(Beginning of Records for the task)
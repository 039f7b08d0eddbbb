import 'server-only';
import { and, count, desc, eq, gte, inArray, isNull, ne, sql, type SQL } from 'drizzle-orm';
import { z } from 'zod';
import type { DbOrTx } from '@/db/client';
import { delivery, disputeCase, intakeResult, schemeRules, supplierFarm, intakeVerdicts } from '@/db/schema';
import type { Actor } from '@/lib/auth/actor';
import { assertCan } from '@/lib/auth/session';

export const deliveryListQuerySchema = z.object({
  page: z.coerce.number().int().min(1).max(100_000).default(1),
  pageSize: z.coerce.number().int().min(1).max(100).default(25),
  verdict: z
    .string()
    .optional()
    .transform((v) => (v ? v.split(',').filter(Boolean) : undefined))
    .pipe(z.array(z.enum(intakeVerdicts)).optional()),
  farm: z.uuid().optional(),
  sinceDays: z.coerce.number().int().min(1).max(3660).optional(),
});
export type DeliveryListQuery = z.infer<typeof deliveryListQuerySchema>;

function deliveryVisibility(actor: Actor): SQL {
  if (actor.role === 'supplier') return sql`${delivery.supplierOrganisationId} = ${actor.organisationId}`;
  if (actor.role === 'plant') return sql`${delivery.plantOrganisationId} = ${actor.organisationId}`;
  return sql`false`;
}

/**
 * A plant sees every delivery of the year; counting them all on each page view was most of the
 * page's time. The count stops here, and the list says "more than" this many.
 */
export const DELIVERY_COUNT_CAP = 5_000;

/** Deliveries with their current intake result, the contest deadline and any live dispute. */
export async function listDeliveries(db: DbOrTx, actor: Actor, query: DeliveryListQuery, now = new Date(), only?: { deliveryId: string }) {
  assertCan(actor, 'delivery', 'list');
  const filters: SQL[] = [deliveryVisibility(actor), isNull(intakeResult.supersededAt)];
  if (only) filters.push(eq(delivery.id, only.deliveryId));
  if (query.verdict?.length) filters.push(inArray(intakeResult.verdict, query.verdict));
  if (query.farm) filters.push(eq(delivery.farmId, query.farm));
  if (query.sinceDays) filters.push(gte(delivery.receivedAt, new Date(now.getTime() - query.sinceDays * 86_400_000)));
  const where = and(...filters);
  const contestDeadline = sql<string | null>`${intakeResult.notifiedAt} + make_interval(hours => (${schemeRules.rules}->'deadlines'->>'contestHours')::int)`;

  const [rows, [{ total }]] = await Promise.all([
    db
      .select({
        id: delivery.id,
        reference: delivery.reference,
        farmName: supplierFarm.name,
        herdCode: supplierFarm.herdCode,
        receivedAt: delivery.receivedAt,
        volumeLitres: delivery.volumeLitres,
        intakeResultId: intakeResult.id,
        verdict: intakeResult.verdict,
        valueTenthMilliC: intakeResult.valueTenthMilliC,
        limitTenthMilliC: intakeResult.limitTenthMilliC,
        addedWaterBasisPoints: intakeResult.addedWaterBasisPoints,
        amountMinor: intakeResult.amountMinor,
        currency: intakeResult.currency,
        notifiedAt: intakeResult.notifiedAt,
        rulesVersion: schemeRules.version,
        contestDeadline,
        caseId: disputeCase.id,
        caseNumber: disputeCase.number,
      })
      .from(delivery)
      .innerJoin(supplierFarm, eq(supplierFarm.id, delivery.farmId))
      .innerJoin(intakeResult, eq(intakeResult.deliveryId, delivery.id))
      .innerJoin(schemeRules, eq(schemeRules.id, intakeResult.rulesVersionId))
      .leftJoin(disputeCase, and(eq(disputeCase.intakeResultId, intakeResult.id), ne(disputeCase.status, 'withdrawn')))
      .where(where)
      .orderBy(desc(delivery.receivedAt), desc(delivery.reference))
      .limit(query.pageSize)
      .offset((query.page - 1) * query.pageSize),
    db
      .select({ total: count() })
      .from(
        db
          .select({ one: sql`1`.as('one') })
          .from(delivery)
          .innerJoin(intakeResult, eq(intakeResult.deliveryId, delivery.id))
          .where(where)
          .limit(DELIVERY_COUNT_CAP + 1)
          .as('counted'),
      ),
  ]);
  return {
    items: rows.map((row) => {
      const deadline = row.contestDeadline ? new Date(row.contestDeadline) : null;
      return {
        ...row,
        contestDeadline: deadline,
        contestable: row.verdict !== 'accepted' && !row.caseId && deadline !== null && deadline.getTime() > now.getTime(),
      };
    }),
    total: Math.min(total, DELIVERY_COUNT_CAP),
    moreThanTotal: total > DELIVERY_COUNT_CAP,
    page: query.page,
    pageSize: query.pageSize,
  };
}

export type DeliveryListItem = Awaited<ReturnType<typeof listDeliveries>>['items'][number];

/** One delivery as the list shows it, or null when the actor may not see it. */
export async function findDelivery(db: DbOrTx, actor: Actor, deliveryId: string, now = new Date()): Promise<DeliveryListItem | null> {
  const page = await listDeliveries(db, actor, deliveryListQuerySchema.parse({ pageSize: 1 }), now, { deliveryId });
  return page.items[0] ?? null;
}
(End of Records for the task)
Go through the data above from its first line and copy each line exactly, stopping once the line with "query: DeliveryListQuery, now" has been copied.

repository 039f7b08d0eddbbb
import 'server-only';
import { and, count, desc, eq, gte, inArray, isNull, ne, sql, type SQL } from 'drizzle-orm';
import { z } from 'zod';
import type { DbOrTx } from '@/db/client';
import { delivery, disputeCase, intakeResult, schemeRules, supplierFarm, intakeVerdicts } from '@/db/schema';
import type { Actor } from '@/lib/auth/actor';
import { assertCan } from '@/lib/auth/session';

export const deliveryListQuerySchema = z.object({
  page: z.coerce.number().int().min(1).max(100_000).default(1),
  pageSize: z.coerce.number().int().min(1).max(100).default(25),
  verdict: z
    .string()
    .optional()
    .transform((v) => (v ? v.split(',').filter(Boolean) : undefined))
    .pipe(z.array(z.enum(intakeVerdicts)).optional()),
  farm: z.uuid().optional(),
  sinceDays: z.coerce.number().int().min(1).max(3660).optional(),
});
export type DeliveryListQuery = z.infer<typeof deliveryListQuerySchema>;

function deliveryVisibility(actor: Actor): SQL {
  if (actor.role === 'supplier') return sql`${delivery.supplierOrganisationId} = ${actor.organisationId}`;
  if (actor.role === 'plant') return sql`${delivery.plantOrganisationId} = ${actor.organisationId}`;
  return sql`false`;
}

/**
 * A plant sees every delivery of the year; counting them all on each page view was most of the
 * page's time. The count stops here, and the list says "more than" this many.
 */
export const DELIVERY_COUNT_CAP = 5_000;

/** Deliveries with their current intake result, the contest deadline and any live dispute. */
export async function listDeliveries(db: DbOrTx, actor: Actor, query: DeliveryListQuery, now = new Date(), only?: { deliveryId: string }) {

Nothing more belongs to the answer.